Новый роман Сирина. Еще совсем недавно мне пришлось «выражать тревогу» по поводу необычайной плодовитости этого писателя. Что ни год, то роман! Едва ли такая расточительность может пройти даром и едва ли не свидетельствует она о какой-то роковой механичности творчества. Не все ведь дело в том, чтобы роман написать, надо его и выносить, продумать, надо его найти. Достоевский диктовал свои создания стенографистке, наспех, к сроку, – но за этим были годы одиночества, Сибирь, долгие морозные ночи в «мертвом доме», тяжелая и глубокая внутренняя подготовка. Достоевский торопился, но торопливость отразилась у него только в шероховатостях стиля или композиционных оплошностях, а не в темах, не в замысле… Сирин не торопится: по крайней мере, следов этого в его тексте нет. Все гладко, все в высшей степени искусно, все привлекательно и добротно. Очевидно, писание дается ему легко, без всяких «мук», очевидно, в его распоряжении сколько угодно готовых замыслов, – или, точнее, quasi-замыслов, – блестящих, оригинальных, скользящих над жизнью и ничуть не задевающих ее. Удивительное явление по несомненной и редкой силе таланта, по редкому сочетанию силы и опустошенности, – удивительное и странное! Удивительными и странными назову я и первые главы романа «Отчаяние». В них поистине – квинтэссенция Сирина: литература это, бесспорно, первосортная, острая и смелая, а в то же время что-то в ней «неблагополучно», от чего-то мутит… Бред не бред, сказка не сказка, а как будто какая-то тончайшая подделка под человеческое писание, мастерское подражание чувствам, речам, страстям, поступкам, мучениям… Работа «робота», одним словом. Обычный сиринский сомнамбулизм здесь доходит до предела: все писано как будто в забытьи. Подождем дальнейших глав «Отчаяния», посмотрим, к чему придет автор, как выпутается он из созданного им прихотливейшего и парадоксального положения. Любопытство, во всяком случае, возбуждено.

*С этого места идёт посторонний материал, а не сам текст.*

/**
 * Downloads made from user text must not run anything where they are opened.
 *
 * - summary.csv: text cells starting with `=`, `+`, `-`, `@`, tab or CR get a leading `'` (the
 *   OWASP "CSV Injection" advice), so spreadsheets show them as text; numbers we format stay
 *   numbers (a negative estimate is still `-0.25`). Read back with Python's csv module (an RFC 4180
 *   reader outside this project).
 * - summary.md: `<`, `>` and `&` in user text become entities, so a Markdown renderer passes no raw
 *   HTML through; checked by rendering with markdown-it (html enabled, as GitHub-style renderers do).
 */
import MarkdownIt from 'markdown-it';
import { describe, expect, it } from 'vitest';
import { toCsv, toMarkdown, type SummaryRow } from '../../src/report/tables.ts';
import { hasScipy, runPython } from '../helpers/python.ts';

const base: SummaryRow = {
  dataset: 'd', month: null, group: null, measure: 'hoyer', estimate: -0.25, lower: -0.5, upper: 0.1,
  level: 0.95, method: 'bca', n: 10, excluded: 0,
};
const hostile = ['=HYPERLINK("http://x.invalid","c")', '+1+2', '-2+3', '@SUM(A1)', '\t=1', '\r=1'];
const rows: SummaryRow[] = hostile.map((dataset) => ({ ...base, dataset, group: '=cmd|"/c calc"!A1' }));

describe.skipIf(!hasScipy)('summary.csv against spreadsheet formulas', () => {
  it("text cells that start a formula get a leading ', numbers stay numbers (read by Python's csv)", () => {
    const parsed = runPython<string[][]>(
      'import csv, io\nprint(json.dumps(list(csv.reader(io.StringIO(inp, newline=""))))) ',
      toCsv(rows),
    );
    const [head, ...body] = parsed;
    const col = (name: string) => head.indexOf(name);
    body.forEach((r, i) => {
      expect(r[col('dataset')]).toBe(`'${hostile[i]}`);
      expect(r[col('group')]).toBe(`'=cmd|"/c calc"!A1`);
      expect(r[col('estimate')]).toBe('-0.25');
      expect(r[col('lower')]).toBe('-0.5');
    });
  });
  it('ordinary text is written unchanged', () => {
    const parsed = runPython<string[][]>('import csv, io\nprint(json.dumps(list(csv.reader(io.StringIO(inp, newline="")))))', toCsv([{ ...base, dataset: 'rig-a 2026' }]));
    expect(parsed[1][0]).toBe('rig-a 2026');
  });
});

describe('summary.md against raw HTML', () => {
  it('a user string with tags renders as text, not HTML (markdown-it, html: true)', () => {
    const md = toMarkdown([{ ...base, dataset: '<img src=x onerror=alert(1)>', group: '<script>alert(1)</script> & co' }]);
    const html = new MarkdownIt({ html: true }).render(md);
    expect(html).not.toMatch(/<img|<script/);
    expect(html).toContain('&lt;img src=x onerror=alert(1)&gt;');
    expect(html).toContain('&lt;script&gt;alert(1)&lt;/script&gt; &amp; co');
  });
});
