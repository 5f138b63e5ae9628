/**
 * The small part of Eleventy 3's programmatic API that Lacuna uses. `@11ty/eleventy` ships no
 * types for its default export, so this shim declares only what `src/report/eleventy.ts` calls;
 * anything else should be added here with the same care (signatures from Eleventy 3.1 source).
 */
declare module '@11ty/eleventy' {
  /** A front matter engine: gray-matter calls `parse` with the raw front matter text. */
  export interface FrontMatterEngine {
    parse(input: string, options?: unknown): unknown;
  }

  /** The configuration object handed to `config(cfg)` callbacks and to `.eleventy.js`. */
  export interface EleventyUserConfig {
    /** Globs Eleventy skips, relative to the working directory. */
    ignores: Set<string>;
    addGlobalData(name: string, value: unknown): EleventyUserConfig;
    setFrontMatterParsingOptions(options: { engines?: Record<string, FrontMatterEngine>; [key: string]: unknown }): void;
    setNunjucksEnvironmentOptions(options: Record<string, unknown>): void;
    setTemplateFormats(formats: string[] | string): void;
    setUseGitIgnore(enabled: boolean): void;
    setDataFileSuffixes(suffixes: string[]): void;
    setDataDirectory(dir: string): void;
    setIncludesDirectory(dir: string): void;
    setLayoutsDirectory(dir: string): void;
    setQuietMode(quiet: boolean): void;
    addFilter(name: string, fn: (...args: never[]) => unknown): void;
  }

  export interface EleventyOptions {
    quietMode?: boolean;
    /** Path of a project config file; an empty string loads none. */
    configPath?: string;
    config?: (cfg: EleventyUserConfig) => void | Promise<void>;
  }

  /** One page as `toJSON()` reports it. */
  export interface EleventyPageJson {
    url: string | false;
    inputPath: string;
    outputPath: string | false;
    rawInput?: string;
    content: string;
  }

  export default class Eleventy {
    constructor(input?: string, output?: string, options?: EleventyOptions);
    write(): Promise<unknown>;
    toJSON(): Promise<EleventyPageJson[]>;
    /** Silence Eleventy's console output; errors are still thrown. */
    disableLogger(): void;
  }
}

Прост и хорош рассказ Газданова «Железный лорд». Можно спорить насчет правдоподобности случая, о котором в нем повествуется, и насчет той убедительности, которой автор сумел его наделить. Кое в чем похоже на мелодраму или на гимназическую фантазию о взрослых ужасах… Но изложение подкупает. Каждое слово светится, пахнет, звенит, и если автор мимоходом расскажет о ночевке в Сибири, на берегу большой реки, то сделает это так, что читатель чувствует какую-то почти физическую свежесть, будто река и темное лесное приволье где-то тут, поблизости, рядом.
Стихов довольно много. Нельзя сказать, чтобы поэты были на этот раз представлены лучшими своими произведениями, но и срывов нет.

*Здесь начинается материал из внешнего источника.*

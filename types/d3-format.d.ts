/** d3-format (installed with Vega, which formats axis labels with it): only what the tests use. */
declare module 'd3-format' {
  export function format(specifier: string): (n: number) => string;
}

Зинаида Гиппиус по-прежнему блещет острым своеобразием поэтического стиля и умением говорить о вещах отвлеченных и философских так, как будто это ее личное дело. Но все чаще находит она теперь слова, в которых ясность и покой вытесняют былую изысканность. Пример – четверостишие:
К. Д. Бальмонт неутомимо-экстатичен и неутомимо-певуч… Остальные принадлежат к тому литературному поколению, которое в эмиграции принято называть «молодой порослью»: Ладинский, Поплавский, Смоленский, Вадим Андреев, Мандельштам. Все эти поэты пишут хорошие стихи, иногда даже очень хорошие. Отрицать этого я не стану. А о том, что дело и назначение поэта не совсем совпадает с писанием «хороших» стихов и, во всяком случае, не исчерпывается им, мне уже не раз приходилось говорить.

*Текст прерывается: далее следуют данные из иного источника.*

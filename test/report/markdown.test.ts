/**
 * Untrusted markdown (a manifest's notes) renders to inert HTML. The attack strings are the
 * classic forms listed in the OWASP XSS Filter Evasion Cheat Sheet (scheme case, embedded tab,
 * entity-encoded scheme, `data:` and `vbscript:`) and in CommonMark 0.31 §6.5–6.7 (links,
 * autolinks, raw HTML). Expected outputs were written by hand from the CommonMark rules.
 */
import { describe, expect, it } from 'vitest';
import { isSafeLink, renderMarkdown } from '../../src/report/markdown.ts';

describe('renderMarkdown', () => {
  it('shows raw HTML as text (html: false)', () => {
    const out = renderMarkdown('<script>alert(1)</script>\n\nhi <img src=x onerror=alert(1)>');
    expect(out).not.toContain('<script');
    expect(out).not.toContain('<img');
    expect(out).toContain('&lt;script&gt;alert(1)&lt;/script&gt;');
    expect(out).toContain('hi &lt;img src=x onerror=alert(1)&gt;');
  });

  it.each([
    '[x](javascript:alert(1))',
    '[x](JaVaScRiPt:alert(1))',
    '[x](java\tscript:alert(1))',
    '[x](&#106;avascript:alert(1))',
    '[x](vbscript:msgbox(1))',
    '[x](data:text/html;base64,PHNjcmlwdD5hbGVydCgxKTwvc2NyaXB0Pg==)',
    '[x](file:///etc/passwd)',
    '[x](//evil.example/)',
    '<javascript:alert(1)>',
    '[x][r]\n\n[r]: javascript:alert(1)',
  ])('refuses the link in %j (stays text, no href)', (src) => {
    const out = renderMarkdown(src);
    expect(out).not.toMatch(/<a\s/);
    expect(out).not.toMatch(/href=/i);
  });

  it('keeps http(s) and relative links, marks external ones noopener', () => {
    expect(renderMarkdown('[doi](https://doi.org/10.1038/35000501)')).toBe('<p><a href="https://doi.org/10.1038/35000501" rel="noopener noreferrer">doi</a></p>\n');
    expect(renderMarkdown('[csv](summary.csv)')).toBe('<p><a href="summary.csv">csv</a></p>\n');
    expect(renderMarkdown('[top](#summary)')).toBe('<p><a href="#summary">top</a></p>\n');
  });

  it('draws no images (they would fetch an address when the page opens)', () => {
    const out = renderMarkdown('![plot](https://tracker.example/p.png)');
    expect(out).not.toContain('<img');
  });

  it('shifts headings below the section heading and keeps template syntax as text', () => {
    expect(renderMarkdown('# Rig\n\n## Amp')).toBe('<h3>Rig</h3>\n<h4>Amp</h4>\n');
    expect(renderMarkdown('###### deep', 3)).toBe('<h6>deep</h6>\n');
    expect(renderMarkdown('{{ 7*7 }} {% raw %}')).toBe('<p>{{ 7*7 }} {% raw %}</p>\n');
  });

  it('gives nothing for blank notes', () => {
    expect(renderMarkdown('  \n\t')).toBe('');
  });
});

describe('isSafeLink', () => {
  it('allows http, https and relative addresses only', () => {
    expect(isSafeLink('http://a.example')).toBe(true);
    expect(isSafeLink('HTTPS://a.example')).toBe(true);
    expect(isSafeLink('figures/a.svg')).toBe(true);
    expect(isSafeLink('../index.html#x')).toBe(true);
    expect(isSafeLink('mailto:a@b.example')).toBe(false);
    expect(isSafeLink(' javascript:alert(1)')).toBe(false);
    expect(isSafeLink('\u0001javascript:alert(1)')).toBe(false);
    expect(isSafeLink('/\\evil.example')).toBe(false);
  });
});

Чрезвычайно интересен «Дом у старого Пимена» Марины Цветаевой. Вот человек, которому всегда есть «что сказать», человек, которому богатство натуры дает возможность касаться любых пустяков и даже в них обнаруживать смысл… Многие у нас несправедливы к Цветаевой. Многие, отвергая ее стихи, – действительно трудные, многословные и по творческому методу крайне спорные, – считают ее заблудшим талантом, писательницей одаренной, но сбившейся с пути. Проза М. И. Цветаевой должна бы у всех рассеять сомнения, ибо проза, по сравнению с поэзией, – это, так сказать, «за ушко да на солнышко». За рифмами в ней не спрячешься, метафорами не отделаешься… На «солнышке» Цветаева расцветает. Вспоминает она свое далекое детство, рассказывает о старике Иловайском и о каких-то давно умерших юношах и девушках, – что нам они, казалось бы? Но в каждом замечании – ум, в каждой черте – меткость. Нельзя от чтения оторваться, ибо это не мемуары, а жизнь, подлинная, трепещущая, бьющая через край. Чуть-чуть отдает, правда, Марией Башкирцевой вместе с доморощенным, сыроватым, московским «ницшеанством», но это уже относится к характеру рассказчицы, а не к ее дару.